### REQUIREMENT
Please copy out each line of the entries in which "into" appears.

### SUPPLIED MATERIAL
--

use super::{
    LADDERS, Precision, ascii_unit, chance, count, dex, difference_in_unit, factor, factor_range, in_unit,
    number, pair, range, share, unit_text,
};
use crate::quantity::Unit;

fn unit(text: &str) -> Unit {
    Unit::read(text).unwrap()
}

#[test]
fn numbers_keep_the_digits_asked_for() {
    let two = Precision::Digits(2);
    for (value, text) in [
        (0.00213, "0.0021"),
        (210.4, "210"),
        (0.3, "0.30"),
        (-3.04, "−3.0"),
        (1_234_567.0, "1.2×10⁶"),
        (9.99e4, "1.0×10⁵"),
        (1.26e-7, "1.3×10⁻⁷"),
        (0.0, "0"),
        (f64::INFINITY, "infinite"),
        (f64::NEG_INFINITY, "−infinite"),
        (f64::NAN, "not a number"),
    ] {
        assert_eq!(number(value, two), text);
    }
    assert_eq!(number(210.0, Precision::UpTo(4)), "210");
    assert_eq!(number(0.125, Precision::UpTo(4)), "0.125");
    assert_eq!(number(2e9, Precision::UpTo(4)), "2×10⁹");
    assert_eq!(number(f64::MIN_POSITIVE, Precision::UpTo(4)), "2.225×10⁻³⁰⁸");
}

#[test]
fn the_last_digit_is_worth_about_a_tenth_of_half_the_interval() {
    // Half of 161 to 259 is 49: a tenth is 5, nearer to 10 than to 1 on a logarithmic scale.
    assert_eq!(Precision::supported_by(210.0, 161.0, 259.0), Precision::Digits(2));
    assert_eq!(Precision::supported_by(210.0, 199.0, 221.0), Precision::Digits(3));
    assert_eq!(Precision::supported_by(1.0, -1000.0, 1000.0), Precision::Digits(1));
    assert_eq!(Precision::supported_by(1.0, 1.0 - 1e-9, 1.0 + 1e-9), Precision::Digits(4));
    assert_eq!(Precision::supported_by(5.0, 5.0, 5.0), Precision::UpTo(4));
    assert_eq!(Precision::supported_by(5.0, f64::NEG_INFINITY, 5.0), Precision::Digits(2));
    assert_eq!(Precision::supported_by(0.0, -1.0, 1.0), Precision::Digits(2));
    assert_eq!(Precision::supported_by_dex(-0.01, 0.01), Precision::Digits(3));
    assert_eq!(Precision::supported_by_dex(-3.0, 3.0), Precision::Digits(2));
    assert_eq!(Precision::supported_by_dex(0.3, 0.3), Precision::UpTo(3));
    assert_eq!(Precision::supported_by_dex(f64::NEG_INFINITY, 0.0), Precision::Digits(2));
}

#[test]
fn units_shift_to_the_prefix_that_reads_best() {
    let two = Precision::Digits(2);
    for (si, preferred, text) in [
        (210e-9, "nm", "210 nm"),
        (3e-6, "nm", "3.0 µm"),
        (0.21e-6, "µm", "0.21 µm"),
        (2.1e-21, "µm^3", "0.0021 µm³"),
        (4e-26, "µm^3", "40 nm³"),
        (4.2e-21, "fW", "4.2 zW"),
        (1.5e-12, "zW", "1.5 pW"),
        (90.0, "h", "1.5 min"),
        (1800.0, "h", "0.50 h"),
        (6.0e7, "d", "690 d"),
        (6.0e9, "d", "190 yr"),
        (12e6, "kg", "12 kt"),
        (328.15, "°C", "55 °C"),
        (1.3e6, "bp", "1.3 Mbp"),
        (1.3e6, "Mbp", "1.3 Mbp"),
        (42.0, "", "42"),
        (17.0, "aa/s", "17 aa/s"),
        (4.5e3 / 3600.0, "kJ/(mol h)", "4.5 kJ/(mol h)"),
        (2e-8, "mol/(m^2 s)", "20 nmol/(m² s)"),
        (1e12, "cells/mL", "1.0×10⁶ cells/mL"),
        (0.0, "nm", "0 nm"),
        (f64::INFINITY, "d", "infinite"),
        // Far off the ladder: the preferred unit.
        (1e-40, "W", "1.0×10⁻⁴⁰ W"),
    ] {
        assert_eq!(in_unit(si, two, &unit(preferred)), text);
    }
    assert_eq!(difference_in_unit(8.0, Precision::UpTo(4), &unit("°C")), "8 °C");
    assert_eq!(difference_in_unit(8e-9, Precision::UpTo(4), &unit("µm")), "8 nm");
}

#[test]
fn every_rung_of_every_ladder_reads_and_lies_above_the_one_before() {
    for ladder in LADDERS {
        let rungs: Vec<Unit> = ladder.iter().map(|rung| unit(rung)).collect();
        for (rung, next) in rungs.iter().zip(&rungs[1..]) {
            assert_eq!(rung.dimension(), next.dimension());
            assert!(rung.factor() < next.factor(), "{} and {}", rung.text(), next.text());
        }
    }
}

#[test]
fn two_numbers_to_compare_share_a_unit_when_that_reads_well() {
    let two = Precision::Digits(2);
    assert_eq!(pair(2.1e-21, 6.7e-21, two, &unit("µm^3")), ("0.0021 µm³".into(), "0.0067 µm³".into()));
    assert_eq!(pair(3.2e-15, 11e-18, two, &unit("zW")), ("3.2 fW".into(), "0.011 fW".into()));
    assert_eq!(pair(1e-12, 4e-21, two, &unit("fW")), ("1.0 pW".into(), "4.0 zW".into()));
    assert_eq!(pair(4e-15, 0.0, two, &unit("zW")), ("4.0 fW".into(), "0 fW".into()));
    assert_eq!(pair(f64::INFINITY, 4e-15, two, &unit("fW")), ("infinite".into(), "4.0 fW".into()));
    assert_eq!(range(161e-9, 259e-9, Precision::Digits(3), &unit("nm")), "161 to 259 nm");
    assert_eq!(range(0.9e-6, 1.2e-6, two, &unit("nm")), "0.90 to 1.2 µm");
}

#[test]
fn margins_read_as_factors_short_or_spare() {
    let two = Precision::Digits(2);
    // 10^0.505 = 3.20 and 10^1.079 = 12.0, by hand.
    assert_eq!(factor(-0.505, two), "3.2 times short");
    assert_eq!(factor(1.079, two), "12 times spare");
    assert_eq!(factor(0.0, two), "just enough");
    assert_eq!(factor(f64::NEG_INFINITY, two), "short without bound");
    assert_eq!(factor(f64::INFINITY, two), "spare without bound");
    assert_eq!(factor_range(-0.69, -0.32, two), "2.1 to 4.9 times short");
    assert_eq!(factor_range(-0.3, 0.3, two), "2.0 times short to 2.0 times spare");
    assert_eq!(factor_range(f64::NEG_INFINITY, -0.3, two), "short without bound to 2.0 times short");
    assert_eq!(dex(-0.504, 2), "−0.50");
    assert_eq!(dex(1.26, 1), "+1.3");
    assert_eq!(dex(-0.001, 2), "−0.00");
    assert_eq!(dex(f64::NEG_INFINITY, 2), "−infinity");
}

#[test]
fn chances_are_never_printed_as_certain_nor_on_the_wrong_side_of_a_threshold() {
    let thresholds = [0.95, 0.05];
    for (value, column, sentence) in [
        (0.0, "< 0.001", "less than 0.1 %"),
        (1.0, "> 0.999", "more than 99.9 %"),
        (0.97, "0.970", "97 %"),
        (0.4231, "0.423", "42 %"),
        (0.9499, "0.9499", "94.99 %"),
        (0.949_96, "0.94996", "94.996 %"),
        (0.95, "0.950", "95 %"),
        (0.0501, "0.0501", "5.01 %"),
        (0.031, "0.031", "3.1 %"),
    ] {
        assert_eq!(chance(value, &thresholds), column);
        assert_eq!(share(value, &thresholds), sentence);
    }
    assert_eq!(count(1_048_576), "1,048,576");
    assert_eq!(count(65_536), "65,536");
    assert_eq!(count(7), "7");
}

#[test]
fn units_in_ascii_read_as_the_same_unit() {
    for (text, ascii) in [
        ("µm^3", "um^3"),
        ("°C", "degC"),
        ("kJ/(mol h)", "kJ/(mol h)"),
        ("", ""),
        // No ASCII symbol: the SI unit instead.
        ("Å", "m"),
        ("‰", ""),
    ] {
        let (same, shown) = ascii_unit(&unit(text));
        assert_eq!(shown, ascii);
        assert_eq!(unit(&shown), same);
        assert_eq!(same.dimension(), unit(text).dimension());
    }
    assert_eq!(unit_text(&unit("mol/(m^2 s)")), "mol/(m² s)");
    assert_eq!(unit_text(&unit("m^-2")), "m⁻²");
}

--

### SOLUTION TO THE PROBLEM
    assert_eq!(pair(2.1e-21, 6.7e-21, two, &unit("µm^3")), ("0.0021 µm³".into(), "0.0067 µm³".into()));
    assert_eq!(pair(3.2e-15, 11e-18, two, &unit("zW")), ("3.2 fW".into(), "0.011 fW".into()));
    assert_eq!(pair(1e-12, 4e-21, two, &unit("fW")), ("1.0 pW".into(), "4.0 zW".into()));
    assert_eq!(pair(4e-15, 0.0, two, &unit("zW")), ("4.0 fW".into(), "0 fW".into()));
    assert_eq!(pair(f64::INFINITY, 4e-15, two, &unit("fW")), ("infinite".into(), "4.0 fW".into()));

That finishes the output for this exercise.